Description of the task =>
Provide again, from the entries below, every line from the one containing "y = base + k * step" through the one containing "(0.7 if kind", exactly as written, and no other line.

Records from a dataset:
def _distance_panel(ax, skymap: SkyMap, cands, hosts, max_labels: int) -> DistancePanelData:
    objs = [("candidate", c.transient_id, c.rank, c.distance_mpc, c.distance_err_mpc) for c in cands
            if c.distance_mpc is not None][:max_labels]
    objs += [("host", h.galaxy_id, h.rank, h.distance_mpc, h.distance_err_mpc) for h in hosts
             if h.distance_mpc is not None][:_HOSTS_LABELLED]
    far = [d + 2.0 * (e or 0.0) for _, _, _, d, e in objs]
    rmax = 1.08 * max(far) if far else 0.0
    marginal = los = None
    los_id = None
    if skymap.has_distance:
        mean, std = skymap.distance_marginal()
        rmax = max(rmax, mean + 4.0 * std)
    r = np.linspace(0.0, rmax, 500)
    peak = 1.0
    if skymap.has_distance:
        marginal = skymap.distance_marginal_pdf(r)
        peak = float(np.max(marginal)) or 1.0
        ax.fill_between(r, marginal, color=pal.SKY_CMAP(0.35), alpha=0.85, linewidth=0, zorder=1)
        mean, std = skymap.distance_marginal()
        ax.plot(r, marginal, color=pal.INK, linewidth=1.5, zorder=2,
                label=f"sky-marginal ({mean:,.0f} ± {std:,.0f} Mpc, mean ± std)")
        if cands:
            # Arrays, not scalars: SkyMap lookups take arrays of positions.
            mu, sg, nm = (float(a[0]) for a in skymap.distance_parameters([cands[0].ra_deg], [cands[0].dec_deg]))
            if np.isfinite(mu) and nm > 0:
                los = _dist.conditional_pdf(r, mu, sg, nm)
                los_id = cands[0].transient_id
                ax.plot(r, los, zorder=3, label=f"along the line of sight of #{cands[0].rank}", **pal.LINE_OF_SIGHT)
                peak = max(peak, float(np.max(los)))
    rows = []
    base = 1.12 * peak if skymap.has_distance else 0.0
    step = (0.1 if skymap.has_distance else 1.0) * peak
    for k, (kind, ident, rank, d, e) in enumerate(objs):
        y = base + k * step
        style = pal.CANDIDATE if kind == "candidate" else pal.HOST
        ax.errorbar([d], [y], xerr=None if e is None else [e], fmt="none", ecolor=style["edge"], elinewidth=1.1,
                    capsize=2.5, zorder=4)
        ax.scatter([d], [y], s=style["size"] * (0.7 if kind == "candidate" else 1.0), marker=style["marker"],
                   facecolors=style["face"], edgecolors=style["edge"], linewidths=1.0, zorder=5)
        ax.annotate(f"{'' if kind == 'candidate' else 'g'}{rank}", (d, y), xytext=(6, 3),
                    textcoords="offset points", fontsize=7.5, color=pal.INK, zorder=6)
        rows.append((kind, ident, float(d), e, float(y)))
    top = base + max(len(objs), 1) * step
    ax.set_xlim(0.0, rmax if rmax > 0 else 1.0)
    ax.set_ylim(0.0, top if objs else 1.08 * peak)
    ax.set_xlabel("luminosity distance (Mpc)", fontsize=8.5)
    if skymap.has_distance:
        ax.set_ylabel("probability per Mpc", fontsize=8.5)
        ax.legend(loc="lower right", bbox_to_anchor=(1.0, 1.0), fontsize=7, frameon=False, ncol=1,
                  borderaxespad=0.2)
    else:
        ax.set_yticks([])
        ax.text(0.5, 0.9, "no distance layers in this localization", transform=ax.transAxes, ha="center",
                fontsize=8, color="#5e5a6e")
    ax.tick_params(labelsize=7.5)
    for side in ("top", "right"):
        ax.spines[side].set_visible(False)
    return DistancePanelData(r, marginal, los, los_id, tuple(rows), ax)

Answer space =>
        y = base + k * step
        style = pal.CANDIDATE if kind == "candidate" else pal.HOST
        ax.errorbar([d], [y], xerr=None if e is None else [e], fmt="none", ecolor=style["edge"], elinewidth=1.1,
                    capsize=2.5, zorder=4)
        ax.scatter([d], [y], s=style["size"] * (0.7 if kind == "candidate" else 1.0), marker=style["marker"],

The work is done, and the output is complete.